There are two ways in which you can get started with dislib. You can perform a manual installation, or you can download our ready-to-use docker image.
dislib currently requires:
- PyCOMPSs >= 2.8
- scikit-learn >= 1.0.2
- scipy >= 1.3.0
- numpy == 1.23.1
- cvxpy >= 1.1.5
- cbor2 >= 5.4.0
Some of the examples also require matplotlib >= 2.2.3 and pandas >= 0.24.2. numpydoc >= 0.8.0 is required to build the documentation. While in order to use GPUs, cupy and/or pytorch are also required.
-
Check which PyCOMPSs version to install.
- Latest dislib release requires PyCOMPSs 2.8 or greater (check here for information about other releases).
-
Install PyCOMPSs following these instructions.
-
Install the latest dislib version with
pip3 install dislib
.- IMPORTANT: dislib requires the
pycompss
Python module. However, this command will NOT install the module automatically. The module should be available after manually installing PyCOMPSs following the instructions in step 2. For more information on this, see here.
- IMPORTANT: dislib requires the
-
You can check that everything works fine by running one of our examples:
-
Download the latest source code here.
-
Extract the contents of the tar package.
tar xzvf dislib-X.Y.Z.tar.gz
- Run an example application.
runcompss --python_interpreter=python3 dislib-X.Y.Z/examples/kmeans.py
-
Warning: requires docker version >= 17.12.0-ce
-
Follow these instructions
- Docker for Mac. Or, if you prefer to use Homebrew.
- Docker for Ubuntu.
- Docker for Arch Linux.
Be aware that the docker package has been renamed from
docker
todocker-ce
for some distributions. Make sure you install the new package. -
Add user to docker group to run dislib as a non-root user.
-
Check that docker is correctly installed.
docker --version docker ps # this should be empty as no docker processes are yet running.
-
Install docker-py
pip3 install docker
pip3 install dislib
This should add the dislib executable to your path.
Initialize dislib where your source code will be (you can re-init anytime). This will allow docker to access your local code and run it inside the container.
Note that the first time dislib needs to download the docker image from the registry, and it may take a while.
# Without a path it operates on the current working directory.
dislib init
# You can also provide a path
dislib init /home/user/replace/path/
Note: running the docker dislib does not work with applications with GUI or with visual plots such as examples/clustering_comparison.py
).
First clone dislib repo and checkout release branch vX.Y.Z (docker version and dislib code should preferably be the same to avoid inconsistencies):
git clone https://github.com/bsc-wdc/dislib.git
Init the dislib environment in the root of the repo.
The source files path are resolved from the init directory which sometimes can be confusing.
As a rule of thumb, initialize the library in a current directory and check the paths are correct running the file with python3 path_to/file.py
(in this case python3 examples/rf_iris.py
).
cd dislib
dislib init
dislib exec examples/rf_iris.py
The log files of the execution can be found at $HOME/.COMPSs.
You can also init the library inside the examples folder. This will mount the examples directory inside the container so you can execute it without adding the path:
cd dislib/examples
dislib init
dislib exec rf_iris.py
Notebooks can be run using the dislib jupyter
command. Run the
following snippet from the root of the project:
dislib init
dislib jupyter ./notebooks
An alternative and more flexible way of starting jupyter is using the
dislib run
command in the following way:
dislib run jupyter-notebook ./notebooks --ip=0.0.0.0 --allow-root
Access your notebook by ctrl-clicking or copy pasting into the browser the link shown on the CLI (e.g. http://127.0.0.1:8888/?token=TOKEN_VALUE).
If the notebook process is not properly closed, you might get the following warning when trying to start jupyter notebooks again:
The port 8888 is already in use, trying another port.

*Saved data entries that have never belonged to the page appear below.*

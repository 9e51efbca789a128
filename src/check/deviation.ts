/**
 * A part in percent of a whole, 100·part/whole: undefined when the whole is not a positive finite
 * number or the result is not finite (nothing to compare with), never Infinity or NaN.
 */
export function percentOf(part: number, whole: number): number | undefined {
  if (!(whole > 0) || !Number.isFinite(whole)) return undefined;
  const p = (100 * part) / whole;
  return Number.isFinite(p) ? p : undefined;
}

/**
 * The percent deviation of a value from a reference, 100·(value − reference)/reference, guarded as
 * `percentOf`. Every deviation the check reports goes through here.
 */
export function percentDeviation(value: number, reference: number): number | undefined {
  return percentOf(value - reference, reference);
}
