import { beamFrame, ctDepth, SUPPORTED_POSITIONS } from '../geometry/index.js';
import { type BeamDepth, note, type Plan } from '../model/index.js';
import { choosePoint } from './choose-point.js';
import { ctAxisSsdMm, ctDepthOptions, type PatientCt } from './patient-ct.js';
import { planningSystemDepths } from './planning-system-depths.js';

const DEFAULT_SAD_MM = 1000;

/** Per beam of every fraction group (per control point for an arc): the SSD from the plan and from the CT, the traced depths. */
export function planDepths(plan: Plan, ct: PatientCt): BeamDepth[] {
  const rows: BeamDepth[] = [];
  const body = ctDepthOptions(ct);
  for (const g of plan.fractionGroups) {
    for (const entry of g.beams) {
      const beam = plan.beams.find((b) => b.number === entry.beamNumber)!;
      const cps = beam.controlPoints;
      const arc = cps.some((c) => c.gantryAngleDeg !== cps[0]!.gantryAngleDeg);
      const sadMm = beam.sourceAxisDistanceMm ?? DEFAULT_SAD_MM;
      const position = plan.patientSetups.find((s) => s.number === beam.patientSetupNumber)?.position ?? plan.patientSetups[0]?.position;
      const point = choosePoint(plan, g, entry, beam);
      const theirs = planningSystemDepths(plan, g, entry, beam, point);
      for (const cp of arc ? cps : [cps[0]!]) {
        const base = {
          beamNumber: beam.number,
          ...(beam.name ? { beamName: beam.name } : {}),
          ...(arc ? { controlPointIndex: cp.index } : {}),
          gantryAngleDeg: cp.gantryAngleDeg,
          ...(cp.ssdMm !== undefined ? { planSsdMm: cp.ssdMm } : {}),
          ...(theirs && !arc ? { planningSystem: theirs } : {}),
        };
        const frame = position ? beamFrame(cp, position, sadMm) : undefined;
        if (!point || !frame) {
          rows.push({
            ...base,
            point: { source: 'isocenter', patientMm: [0, 0, 0] },
            problem: !point
              ? note('no-point')
              : position
                ? note('patient-position', { position, supported: SUPPORTED_POSITIONS.join(', ') })
                : note('no-patient-position'),
          });
          continue;
        }
        const axis = ctAxisSsdMm(ct, frame, sadMm);
        const d = ctDepth(ct.volume, frame.sourcePatientMm, point.patientMm, body);
        rows.push({
          ...base,
          point: {
            source: point.source,
            ...(point.doseReferenceVia ? { doseReferenceVia: point.doseReferenceVia } : {}),
            ...(point.doseReferenceNumber !== undefined ? { doseReferenceNumber: point.doseReferenceNumber } : {}),
            patientMm: point.patientMm,
          },
          ...(axis !== undefined ? { ctSsdAlongAxisMm: axis, ...(cp.ssdMm !== undefined ? { ssdDifferenceMm: axis - cp.ssdMm } : {}) } : {}),
          ...(d.ok
            ? {
                entryPatientMm: [...d.value.entryPatientMm] as [number, number, number],
                geometricDepthMm: d.value.geometricDepthMm,
                radiologicalDepthMm: d.value.radiologicalDepthMm,
                densityRange: [...d.value.densityRange] as [number, number],
                ...(d.value.nearestInterfaceMm !== undefined ? { nearestInterfaceMm: d.value.nearestInterfaceMm } : {}),
              }
            : { problem: note('ct-trace', { ...d.refusal }) }),
        });
      }
    }
  }
  return rows;
}
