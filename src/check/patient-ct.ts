import { type BeamFrame, type BodySurface, type CtDepthOptions, ctSsdAlongAxisMm } from '../geometry/index.js';
import type { CtVolume } from '../model/index.js';

/** The patient's CT as the check uses it: the volume, the clinic's HU → density table, the body threshold. */
export interface PatientCt {
  readonly volume: CtVolume;
  readonly density: (hu: number) => number;
  readonly densityTable: string;
  readonly bodyThresholdHu: number;
  /** The body from an EXTERNAL structure, when given (else the threshold). */
  readonly body?: BodySurface;
  /** How the body surface was found, for the result: `EXTERNAL "Body"` or `HU >= -400`. */
  readonly bodySource: string;
}

/** How rays through this CT find the body and the densities. */
export function ctDepthOptions(ct: PatientCt): CtDepthOptions {
  return { bodyThresholdHu: ct.bodyThresholdHu, density: ct.density, ...(ct.body ? { body: ct.body } : {}) };
}

/** The SSD along a beam's central axis in this CT (for the cross-check with the plan's SSD). */
export function ctAxisSsdMm(ct: PatientCt, frame: BeamFrame, sadMm: number): number | undefined {
  return ctSsdAlongAxisMm(ct.volume, frame.sourcePatientMm, frame.directionPatient, 2 * sadMm, ct.bodyThresholdHu, ct.body);
}
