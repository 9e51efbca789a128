import { PlanVerdict, type Verdict } from '../model/index.js';

/** The model lists the verdicts in order of severity; a beam's verdicts are a plan's but one. */
const ORDER: readonly PlanVerdict[] = PlanVerdict.options;

/** Within the tolerance; beyond the action level; or between the two. */
export function verdictFor(deviationPercent: number, tolerancePercent: number, actionPercent: number): Verdict {
  const d = Math.abs(deviationPercent);
  if (d <= tolerancePercent) return 'within tolerance';
  return d > actionPercent ? 'beyond action level' : 'needs review';
}

export function worst<V extends PlanVerdict>(a: V, b: V): V {
  return ORDER.indexOf(a) >= ORDER.indexOf(b) ? a : b;
}
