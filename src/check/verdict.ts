import type { Verdict } from '../model/index.js';

const ORDER: readonly Verdict[] = ['within tolerance', 'needs review', 'beyond action level'];

/** Within the tolerance; beyond the action level; or between the two. */
export function verdictFor(deviationPercent: number, tolerancePercent: number, actionPercent: number): Verdict {
  const d = Math.abs(deviationPercent);
  if (d <= tolerancePercent) return 'within tolerance';
  return d > actionPercent ? 'beyond action level' : 'needs review';
}

export function worst(a: Verdict, b: Verdict): Verdict {
  return ORDER.indexOf(a) >= ORDER.indexOf(b) ? a : b;
}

To fix it, just restart the dislib container with dislib init
.
Note: adding more nodes is still in beta phase. Please report issues, suggestions, or feature requests on Github.
To add more computing nodes, you can either let docker create more workers for you or manually create and config a custom node.
For docker just issue the desired number of workers to be added. For example, to add 2 docker workers:
dislib components add worker 2
You can check that both new computing nodes are up with:
dislib components list
If you want to add a custom node it needs to be reachable through ssh without user.
Moreover, dislib will try to copy the working_dir
there, so it needs write permissions for the scp.
For example, to add the local machine as a worker node:
dislib components add worker '127.0.0.1:6'
- '127.0.0.1': is the IP used for ssh (can also be a hostname like 'localhost' as long as it can be resolved).
- '6': desired number of available computing units for the new node.
Please be aware that dislib components
will not list your custom nodes because they are not docker processes and thus it can't be verified if they are up and running.